Trump is counting on high turnout in rural parts of the swing states, which helped catapult him to victory in 2016. Notably, Trump has insisted that a winner be declared on election night, sparking concern that he could try to declare victory before the results warrant it.
No states report finalized results on election night. News organizations are typically able to make a projection based on available returns and other modeling. Projections may be delayed, however, if the election comes down to a close race in a state such as Pennsylvania, which does not allow local election officials to process ballots ahead of Election Day, even as Americans are voting by mail in record numbers. Mail-in votes take longer to process.
The once-closely-watched Massachusetts U.S. Senate race has largely fallen from the front pages since September 1, when incumbent U.S. Senator Edward J. Markey (D-Mass.) downed U.S. Representative Joseph P. Kennedy III (D-Mass.) after a contentious Democratic primary.
Still riding high after becoming the first person to ever defeat a Kennedy in Massachusetts, Markey is expected to cruise to re-election. A pair of polls conducted in October showed Markey with a whopping 30-plus point advantage over his Republican challenger, lawyer Kevin O’Connor.
Massachusetts voters are hardly averse to electing Republicans. Governor Charlie D. Baker ’79, a Republican who is backing O’Connor, holds one of the highest approval ratings in the country. And the state elected Republican Scott Brown to the Senate in a 2010 special election following the death of Edward M. “Ted” Kennedy ’54-’56.
O’Connor has been heavily outraised by Markey, though, and his support for Trump in a state that broadly disapproves of the president leaves the Republican with a steep uphill battle.
U.S. Representative Katherine M. Clark (D-Mass.) — who has represented Massachusetts’ Fifth Congressional District, which includes parts of Cambridge, since 2013 — faces Republican Caroline Colarusso in the general election.

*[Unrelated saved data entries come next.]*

"""Physically plausible reflectance: values outside a set range are no data, and are counted.

A reflectance far outside 0..1 after scaling is not a surface: an undeclared fill value (``1e30``,
``3.4e38``, ``-9999`` read without its scale), a wrong scale factor or a saturated detector. Left in,
such a value drags the mixture model to a vertex of the simplex with a huge residual, or, with
other constraints, to fractions far outside 0..1 that would count as valid observations. The cube
layer therefore masks a pixel on a date (all its bands) when any band lies outside ``valid_range``,
and counts the masked pixels of each date so that the commands can say which dates were affected.

The default range, -0.5..2, is wide on purpose (common practice, our choice): surface reflectance
products carry small negative values over dark targets and values above 1 over snow, specular glint
and bright clouds, none of which should be masked here; quality masks handle those.
"""

from __future__ import annotations

import math
from collections.abc import Sequence

import numba
import numpy as np
import xarray as xr

from ..errors import InputError

__all__ = ["DEFAULT_VALID_RANGE", "check_valid_range", "screen_block", "implausible_counts"]

#: Default plausible reflectance range [reflectance] after scaling (both ends allowed).
DEFAULT_VALID_RANGE = (-0.5, 2.0)


def check_valid_range(valid_range: Sequence[float] | None) -> tuple[float, float] | None:
    """``valid_range`` as a (low, high) pair of finite floats with low < high, or None (no screening)."""
    if valid_range is None:
        return None
    try:
        lo, hi = (float(v) for v in valid_range)
    except (TypeError, ValueError):
        raise InputError(f"valid_range must be two numbers (low, high) in reflectance, got {valid_range!r}") from None
    if not (math.isfinite(lo) and math.isfinite(hi) and lo < hi):
        raise InputError(f"valid_range must be finite with low < high, got ({lo}, {hi}); e.g. (-0.5, 2)")
    return lo, hi


@numba.njit(cache=True, nogil=True)
def _flag_outside(values, lo, hi, flags):  # pragma: no cover - compiled
    """flags[i] = some finite band of pixel i lies outside [lo, hi]; returns the number flagged."""
    n = 0
    for i in range(values.shape[0]):
        bad = False
        for j in range(values.shape[1]):
            v = values[i, j]
            if v < lo or v > hi:  # False for NaN: no data stays no data, uncounted
                bad = True
        flags[i] = bad
        n += bad
    return n


def screen_block(block: np.ndarray, valid_range: tuple[float, float] | None) -> tuple[np.ndarray, np.ndarray]:
    """Mask implausible pixels of one chunk.

    Parameters
    ----------
    block : (..., band) ndarray
        Reflectance of one chunk, band last.
    valid_range : (low, high) or None
        Plausible range [reflectance]; None screens nothing.

    Returns
    -------
    block : (..., band) ndarray
        ``block`` itself when no pixel is flagged (no copy), else a copy with every band of the
        flagged pixels set to NaN.
    flags : (...) bool ndarray
        True where the pixel had a finite band outside the range.

    Examples
    --------
    >>> b = np.array([[0.1, 0.2], [1e30, 0.2], [np.nan, 0.3]], dtype=np.float32)
    >>> out, flags = screen_block(b, (-0.5, 2.0))
    >>> flags.tolist(), bool(np.isnan(out[1]).all()), out is b
    ([False, True, False], True, False)
    """
    flags = np.zeros(block.shape[:-1], dtype=np.bool_)
    if valid_range is None or block.size == 0:
        return block, flags
    lo, hi = valid_range
    flat = block.reshape(-1, block.shape[-1]) if block.flags.c_contiguous else \
        np.ascontiguousarray(block).reshape(-1, block.shape[-1])
    if _flag_outside(flat, lo, hi, flags.reshape(-1)) == 0:
        return block, flags
    out = np.array(block, copy=True)
    out[flags] = np.nan
    return out, flags


def implausible_counts(flags: xr.DataArray, valid_range: tuple[float, float] | None) -> xr.DataArray:
    """Pixels masked per date: (time, y, x) bool flags -> (time,) int32, lazy when the flags are."""
    counts = flags.sum(("y", "x"), dtype=np.int64).astype(np.int32)
    attrs = {"long_name": "pixels masked because a band lay outside the plausible reflectance range",
             "units": "1"}
    if valid_range is not None:
        attrs["valid_range"] = np.array(valid_range, dtype=np.float64)
    return counts.assign_attrs(attrs)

Clark, who trounced her GOP opponent with over 70 percent of the vote in 2018, is running to become the Assistant Speaker of the U.S. House. Clark has worked behind the scenes to fundraise and recruit Democratic House candidates, becoming a prominent player within her caucus.
Colarusso, a Stoneham Selectwoman who supports President Trump, described herself to the Boston Herald as “law and order constitutionalist.”

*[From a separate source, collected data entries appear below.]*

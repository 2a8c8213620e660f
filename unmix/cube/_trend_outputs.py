"""CF attributes of the trend-cube variables, and the rule maps with their areas (private helpers
of :func:`unmix.cube.trends.trend_cube`)."""

from __future__ import annotations

from typing import Any

import numpy as np
import xarray as xr

from ..trajectory import FLAG_MEANINGS, FLAG_VALUES, Rule, evaluate_rules
from .georef import pixel_area_rows


def _rule_block(codes, *, rule, endmembers):
    return evaluate_rules([rule], codes, endmembers)[rule.name]


def _annotate(v: dict[str, xr.DataArray], *, q, min_slope, min_valid, min_step, confidence, seasonal=False) -> None:
    pct = f"{100 * confidence:g} %"
    test = "seasonal Kendall" if seasonal else "Mann-Kendall"
    sen = "seasonal Sen slope (pairs within a season)" if seasonal else "Theil-Sen slope"
    attrs: dict[str, dict[str, Any]] = {
        "trajectory": {
            "long_name": "trajectory of the fraction",
            "flag_values": FLAG_VALUES,
            "flag_meanings": FLAG_MEANINGS,
            "comment": (
                f"abrupt: Pettitt q <= {q}, BIC prefers a step over a line, |step| >= {min_step}; "
                f"gradual: {test} q <= {q} and |Sen slope| >= {min_slope} 1/yr; "
                f"insufficient_data: fewer than {min_valid} valid dates"
            ),
        },
        "slope": {"long_name": f"{sen} of the fraction", "units": "1/yr"},
        "slope_low": {"long_name": f"lower bound of the {pct} confidence interval of the {sen}", "units": "1/yr"},
        "slope_high": {"long_name": f"upper bound of the {pct} confidence interval of the {sen}", "units": "1/yr"},
        "intercept": {
            "long_name": "Sen intercept: fraction = intercept + slope * decimal year",
            "units": "1",
        },
        "tau": {"long_name": "Kendall's tau of the fraction against time", "units": "1"},
        "p_value": {"long_name": f"two-sided p-value of the {test} trend test", "units": "1"},
        "q_value": {"long_name": f"Benjamini-Hochberg adjusted {test} p-value over the endmember map", "units": "1"},
        "change_date": {"long_name": "first date after the break of an abrupt change"},
        "change_p": {"long_name": "p-value of the Pettitt change-point test", "units": "1"},
        "change_q": {"long_name": "Benjamini-Hochberg adjusted Pettitt p-value over the endmember map", "units": "1"},
        "step": {"long_name": "abrupt change: mean fraction after minus before the break", "units": "1"},
        "n_valid": {"long_name": "number of dates with a valid fraction", "units": "1"},
    }
    for name, a in attrs.items():
        v[name].attrs = a


def _add_rules(result: xr.Dataset, rules: list[Rule], endmembers: list[str], lazy: bool) -> None:
    codes = result["trajectory"]
    if lazy:
        codes = codes.chunk({"endmember": -1})
    row_area, area_note = pixel_area_rows(result)
    area_m2 = xr.DataArray(row_area, dims="y")
    counts_m2 = []
    counts, valids = [], []
    for rule in rules:
        mask = xr.apply_ufunc(
            _rule_block,
            codes,
            input_core_dims=[["endmember"]],
            kwargs={"rule": rule, "endmembers": endmembers},
            dask="parallelized",
            output_dtypes=[np.uint8],
        ).transpose("y", "x")
        mask.attrs = {
            "long_name": f"modification rule {rule.name}",
            "rule": rule.text,
            "flag_values": np.array([0, 1, 255], dtype=np.uint8),
            "flag_meanings": "false true insufficient_data",
            "comment": "255 where an endmember the rule names has insufficient_data; areas in rule_area",
        }
        count = (mask == 1).sum(("y", "x"))
        valid = (mask <= 1).sum(("y", "x"))
        area = ((mask == 1) * area_m2).sum(("y", "x"), skipna=False)
        if not lazy:
            c, v = int(count), int(valid)
            mask.attrs.update(
                pixel_count=c,
                area_ha=float(area) / 1e4,
                share_of_valid=(c / v) if v else float("nan"),
            )
        result[rule.name] = mask
        counts.append(count)
        valids.append(valid)
        counts_m2.append(area)
    names = [r.name for r in rules]
    count = xr.concat(counts, dim="rule").assign_coords(rule=names).astype(np.int64)
    valid = xr.concat(valids, dim="rule").assign_coords(rule=names).astype(np.int64)
    result["rule_pixels"] = count.assign_attrs(long_name="pixels where the rule is true", units="1")
    area = xr.concat(counts_m2, dim="rule").assign_coords(rule=names)
    result["rule_area"] = (area / 1e4).assign_attrs(
        long_name="area where the rule is true", units="ha", comment=area_note
    )
    result["rule_share"] = (count / valid.where(valid > 0)).assign_attrs(
        long_name="share of the pixels with data for the rule where it is true", units="1"
    )
    result["rule_expression"] = xr.DataArray([r.text for r in rules], dims="rule", coords={"rule": names}).assign_attrs(
        long_name="rule expression"
    )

U.S. Representative Ayanna S. Pressley (D-Mass.), who represents part of Cambridge in the Seventh Congressional District, faces an independent challenger, Roy Owens, in her first election as an incumbent.
In deep blue Cambridge, all eight Democratic candidates for the Massachusetts State Legislature are unopposed.
Incumbent State Senators Sal N. DiDomenico, Joseph A. Boncore, and Patricia D. Jehlen will coast to re-election. Jehlen easily survived a primary challenge in September.
Cambridge will send one newcomer to the House, Steven Owens, who won a three-way Democratic primary to replace outgoing State Representative Jonathan Hecht.
State Representatives David M. Rogers, Marjorie C. Decker, Mike Connolly, Jay D. Livingstone will all be re-elected without competition.
Massachusetts voters will also weigh in on a pair of ballot initiatives Tuesday.
Question No. 1 on the ballot, the right-to-repair measure, would allow motor vehicle owners and independent repair shops to have expanded access to mechanical data. Proponents say it will allow car owners greater autonomy in choosing where they get their car fixed. The fight over the right-to-repair measure has become the most expensive ballot initiative in Massachusetts history, with over $43 million spent.
The second ballot measure would enact a ranked-choice voting system under which citizens would rank candidates in order of preference in elections for statewide, state legislative, and congressional offices. Numerous Harvard faculty members — including Government professor Danielle S. Allen, Law School professor Lawrence Lessig, and former University President Lawrence H. Summers — have come out in support of the ranked-choice voting measure.